Johanna Pyykkö plante le décor de son intrigue dans une Oslo aux contrastes marqués : quartiers opulents et zones plus modestes, travailleurs nocturnes, immigrés impliqués dans des activités variées, résidents de belles maisons élégantes bordants le fjord.
Dans l’esprit d’Ebba
Rapidement, ce qui pourrait ressembler à une simple chronique sociale se mue en thriller psychologique.
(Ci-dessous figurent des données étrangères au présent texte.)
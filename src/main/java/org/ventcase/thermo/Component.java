package org.ventcase.thermo;

import java.util.List;

import org.ventcase.common.InvalidInputException;

/**
 * A pure component's constants, as used by the cubic equations of state, with where each came
 * from. Immutable. Built-in rows come from {@code components.csv} (see {@link ComponentLibrary});
 * a case may define a custom component with the same fields.
 *
 * @param name              preferred name, lower case (e.g. "propane", "n-butane")
 * @param formula           molecular formula in Hill order (e.g. "C3H8")
 * @param cas               CAS registry number (e.g. "74-98-6"), or "" for a custom component
 * @param aliases           other names accepted on lookup (lower case)
 * @param tcK               critical temperature, K
 * @param pcPa              critical pressure, Pa
 * @param omega             Pitzer acentric factor
 * @param molarMass         molar mass, kg/kmol (= g/mol)
 * @param normalBoilingK    normal boiling point at 101.325 kPa, K
 * @param criticalSource    source of Tc, Pc, omega, molar mass and Tb
 * @param cp                ideal-gas heat capacity correlation (carries its own source and range)
 * @param rackettZ          Rackett compressibility Z_RA (Spencer and Danner form), used for the
 *                          saturated-liquid density cross-check and for the Peneloux volume shift
 * @param rackettSource     source of Z_RA
 */
public record Component(String name, String formula, String cas, List<String> aliases,
                        double tcK, double pcPa, double omega, double molarMass, double normalBoilingK,
                        String criticalSource, IdealGasCp cp, double rackettZ, String rackettSource) {

    public Component {
        String where = "component '" + name + "'";
        if (name == null || name.isBlank()) {
            throw InvalidInputException.missing("component.name", "expected a non-empty name");
        }
        aliases = aliases == null ? List.of() : List.copyOf(aliases);
        formula = formula == null ? "" : formula;
        cas = cas == null ? "" : cas;
        InvalidInputException.requireInRange(where + ".Tc", tcK, 1, 2000, "K");
        InvalidInputException.requireInRange(where + ".Pc", pcPa, 1e4, 1e9, "Pa");
        InvalidInputException.requireInRange(where + ".omega", omega, -0.5, 2.0, "");
        InvalidInputException.requireInRange(where + ".molarMass", molarMass, 1, 2000, "kg/kmol");
        InvalidInputException.requireInRange(where + ".Tb", normalBoilingK, 1, 2000, "K");
        InvalidInputException.requireInRange(where + ".Z_RA", rackettZ, 0.1, 0.4, "");
        if (cp == null) {
            throw InvalidInputException.missing(where + ".cp", "expected an ideal-gas Cp correlation");
        }
        if (criticalSource == null || criticalSource.isBlank()) {
            throw InvalidInputException.missing(where + ".criticalSource", "every datum needs a source");
        }
        if (rackettSource == null || rackettSource.isBlank()) {
            throw InvalidInputException.missing(where + ".rackettSource", "every datum needs a source");
        }
    }

    private static final java.util.regex.Pattern HYDROCARBON = java.util.regex.Pattern.compile("C\\d*H\\d*");

    /**
     * Whether the formula has carbon and hydrogen only (the scope of the published minimum
     * latent heat for near-critical hydrocarbons).
     */
    public boolean isHydrocarbon() {
        return HYDROCARBON.matcher(formula).matches();
    }

    /** Molar mass in kg/mol (SI inside the calculations). */
    public double molarMassKgPerMol() {
        return molarMass * 1e-3;
    }
}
Le scénario nous plonge dans une tension constante, adoptant sans relâche le point de vue d’Ebba, une jeune fille qui ment continuellement et manipule un homme comme une simple marionnette.
Qu’est-ce qui est vrai, qu’est-ce qui est faux dans cette histoire de vie et de rencontres, et dans les événements qui se succèdent entre le départ et le retour des propriétaires? Ce que l’on voit est-il la réalité ou une illusion?
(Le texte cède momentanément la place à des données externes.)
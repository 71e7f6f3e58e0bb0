package org.ventcase.thermo;

import java.util.Arrays;

/**
 * The real roots of a cubic in Z, already split into physical roots (Z > B, ascending) and
 * roots at or below the co-volume (no physical meaning, reported for completeness). Immutable:
 * the accessors return copies.
 */
public final class CubicRoots {

    private final double[] physical;
    private final double[] rejected;
    private final RootCase rootCase;

    /**
     * @param physical ascending roots with Z > B (one or more; copied)
     * @param rejected real roots with Z <= B (copied)
     * @param rootCase classification of the real roots of the whole cubic
     */
    public CubicRoots(double[] physical, double[] rejected, RootCase rootCase) {
        this(physical.clone(), rejected.clone(), rootCase, true);
    }

    /** Takes ownership of the arrays (no copy): for the solver, which made them. */
    private CubicRoots(double[] physical, double[] rejected, RootCase rootCase, boolean owned) {
        this.physical = physical;
        this.rejected = rejected;
        this.rootCase = rootCase;
    }

    static CubicRoots owning(double[] physical, double[] rejected, RootCase rootCase) {
        return new CubicRoots(physical, rejected, rootCase, true);
    }

    /** Ascending physical roots (copy). */
    public double[] physical() {
        return physical.clone();
    }

    /** Roots at or below the co-volume (copy). */
    public double[] rejected() {
        return rejected.clone();
    }

    public RootCase rootCase() {
        return rootCase;
    }

    /** Number of physical roots. */
    public int count() {
        return physical.length;
    }

    /** Smallest physical root (liquid-like where there are two or more). */
    public double smallest() {
        return physical[0];
    }

    /** Largest physical root (vapour-like where there are two or more). */
    public double largest() {
        return physical[physical.length - 1];
    }

    @Override
    public boolean equals(Object o) {
        return o instanceof CubicRoots r && Arrays.equals(physical, r.physical) && Arrays.equals(rejected, r.rejected)
                && rootCase == r.rootCase;
    }

    @Override
    public int hashCode() {
        return Arrays.hashCode(physical) * 31 + rootCase.hashCode();
    }

    @Override
    public String toString() {
        return rootCase.words() + ": " + Arrays.toString(physical)
                + (rejected.length > 0 ? " (below co-volume: " + Arrays.toString(rejected) + ")" : "");
    }
}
Original et visuellement réussi, ce premier long-métrage captivant est magnifiquement porté par la talentueuse Camilla Godø Krohn, dont la présence à l’écran est saisissante. Johanna Pyykkö utilise avec brio les décors, les accessoires, les costumes et les objets – comme ces petites figurines sans visage en terre cuite qui encadrent le film – pour égarer le spectateur dans les méandres d’un récit guidé par ce que l’on pourrait appeler un « narrateur non fiable » en littérature.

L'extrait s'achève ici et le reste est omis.